> **WHAT IS NEEDED**: For each line below that contains the string "CrushRows", copy that line.

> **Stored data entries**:
::::::::

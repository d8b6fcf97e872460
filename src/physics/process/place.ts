import { exp, log, normalDensity } from '#src/base/math.ts';
import { type ContactRows, contactRow, type GapSums, TERM } from '../gap-sums.ts';
import { CLASSES_PER_HALF_VOLUME } from '../grit-law.ts';
import { gapConcentration, gritsPerArea } from '../population.ts';
import { toolShare } from '../tool-wear.ts';

/** Floor heights a place is averaged over: -3 to 3 Sq in half steps. */
const NODES = 13;
const HEIGHTS = Float64Array.from({ length: NODES }, (_, j) => (j - 6) / 2);
const WEIGHTS = HEIGHTS.map((z) => normalDensity(z));
const WEIGHT_SUM = WEIGHTS.reduce((sum, w) => sum + w, 0);
/** Values per class in a gap row. */
const TERMS = 10;
/** Grains below this size yield instead of breaking (m): Kendall, Nature 272 (1978) 710, from memory. */
const UNBREAKABLE = 1e-6;
/** Load over the crushing load below which a grain is not tested at all. */
const LEAST_RATIO = 0.02;

/** What one grain of each size does at one gap over a rough floor, and how fast it crushes there. SI. */
export interface Place {
  readonly rows: ContactRows;
  /** Number shares of the slurry as supplied, by class. */
  readonly supplied: Float64Array;
  readonly gap: number;
  readonly film: number;
  readonly gritFraction: number;
  readonly gritsPerArea: number;
  /** Classes that touch both faces anywhere on the floor. */
  readonly engaged: number;
  /** Per class, largest first: N s, m3 of work and of tool per hit, crushings per second. */
  readonly impulse: Float64Array;
  readonly removal: Float64Array;
  readonly toolLoss: Float64Array;
  readonly crushRate: Float64Array;
}

/** A place at an age of the slurry: pressure, rates and crushed share. */
export interface AgedPlace {
  /** Cycle-mean pressure of the grits (Pa). */
  pressure: number;
  /** Rate of sinking and of tool loss if every hit were useful (m/s). */
  rate: number;
  toolRate: number;
  /** Volume fraction of the film that has been crushed. */
  crushed: number;
}

/** Probability that one squeeze crushes a grain, by gap row and class; worked out when first asked for. */
export interface CrushRows {
  readonly rows: (Float64Array | undefined)[];
}

/** No row of it worked out yet. */
export function crushRows({ count }: ContactRows): CrushRows {
  return { rows: new Array<Float64Array | undefined>(count + 1).fill(undefined) };
}

function crushRow(crush: CrushRows, rows: ContactRows, k: number): Float64Array {
  const known = crush.rows[k];
  if (known) return known;
  const row = contactRow(rows, k);
  const { diameter } = rows.classes;
  const m = rows.conditions.abrasive.crushWeibull;
  const chances = new Float64Array(row.length / TERMS);
  for (let i = 0; i < chances.length; i++) {
    const ratio = row[i * TERMS + TERM.crushRatio] as number;
    if (ratio > LEAST_RATIO && (diameter[i] as number) > UNBREAKABLE) chances[i] = 1 - exp(-exp(m * log(ratio)));
  }
  crush.rows[k] = chances;
  return chances;
}

/**
 * Averages the contact rows over a Gaussian floor.
 * @param overlap the floor's removed over credited chip volume
 */
export function placeAt(
  sums: GapSums,
  gap: number,
  roughness: number,
  overlap: number,
  crush: CrushRows = crushRows(sums.rows),
): Place {
  const { rows } = sums;
  const { conditions, classes, count, step } = rows;
  const n = classes.diameter.length;
  const impulse = new Float64Array(n);
  const removal = new Float64Array(n);
  const toolLoss = new Float64Array(n);
  const crushRate = new Float64Array(n);
  const share = toolShare(conditions.tool, conditions.constants);
  let engaged = 0;
  for (let j = 0; j < NODES; j++) {
    const here = Math.max(0, gap - roughness * (HEIGHTS[j] as number));
    const x = count - here / step;
    if (!(x > 0)) continue;
    const k = Math.min(count - 1, Math.floor(x));
    const t = x - k;
    for (let part = 0; part < 2; part++) {
      const row = contactRow(rows, k + part);
      const chances = crushRow(crush, rows, k + part);
      const weight = ((part === 0 ? 1 - t : t) * (WEIGHTS[j] as number)) / WEIGHT_SUM;
      const hitRate = weight * conditions.frequency;
      const toolWeight = weight * share;
      engaged = Math.max(engaged, chances.length);
      for (let i = 0, at = 0; i < chances.length; i++, at += TERMS) {
        impulse[i] += weight * (row[at + TERM.impulse] as number);
        removal[i] += weight * (overlap * (row[at + TERM.chipVolume] as number) + (row[at + TERM.dent] as number));
        toolLoss[i] += toolWeight * (row[at + TERM.toolDent] as number);
        crushRate[i] += hitRate * (chances[i] as number);
      }
    }
  }
  return {
    rows,
    supplied: sums.population,
    gap,
    film: gap + conditions.amplitude,
    gritFraction: gapConcentration(conditions, gap),
    gritsPerArea: gritsPerArea(conditions, gap),
    engaged,
    impulse,
    removal,
    toolLoss,
    crushRate,
  };
}

/**
 * Number shares after the slurry has stayed for a mean age: a crushed grain leaves two of half its volume, the population
 * is well mixed at that age. nu_i = (q_i + 2 k_j age nu_j) / (1 + k_i age), j the class of twice the volume. Derived.
 */
export function agedShares(place: Place, age: number, out: Float64Array): Float64Array {
  const { supplied } = place;
  for (let i = 0; i < supplied.length; i++) {
    const parent = i - CLASSES_PER_HALF_VOLUME;
    const made = parent >= 0 ? 2 * (place.crushRate[parent] as number) * age * (out[parent] as number) : 0;
    out[i] = ((supplied[i] as number) + made) / (1 + (place.crushRate[i] as number) * age);
  }
  return out;
}

/**
 * What the place does at a mean age (s).
 * @param shares scratch, one number per class; holds the aged shares of the engaged classes afterwards
 */
export function atAge(place: Place, age: number, shares: Float64Array): AgedPlace {
  const { conditions, classes } = place.rows;
  const { diameter } = classes;
  const { supplied, impulse, removal, toolLoss, crushRate } = place;
  let pressure = 0;
  let rate = 0;
  let toolRate = 0;
  let crushed = 0;
  for (let i = 0; i < place.engaged; i++) {
    const parent = i - CLASSES_PER_HALF_VOLUME;
    const lost = (crushRate[i] as number) * age;
    const made = parent >= 0 ? 2 * (crushRate[parent] as number) * age * (shares[parent] as number) : 0;
    const share = ((supplied[i] as number) + made) / (1 + lost);
    const d = diameter[i] as number;
    shares[i] = share;
    pressure += share * (impulse[i] as number);
    rate += share * (removal[i] as number);
    toolRate += share * (toolLoss[i] as number);
    crushed += share * lost * d * d * d;
  }
  const perTime = conditions.frequency * place.gritsPerArea;
  const d30 = conditions.grit.meanVolumeDiameter;
  return {
    pressure: perTime * pressure,
    rate: perTime * rate,
    toolRate: perTime * toolRate,
    crushed: (place.gritFraction * crushed) / (d30 * d30 * d30),
  };
}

::::::::

> **ANSWER FOR THE TASK**:
export interface CrushRows {
export function crushRows({ count }: ContactRows): CrushRows {
function crushRow(crush: CrushRows, rows: ContactRows, k: number): Float64Array {
  crush: CrushRows = crushRows(sums.rows),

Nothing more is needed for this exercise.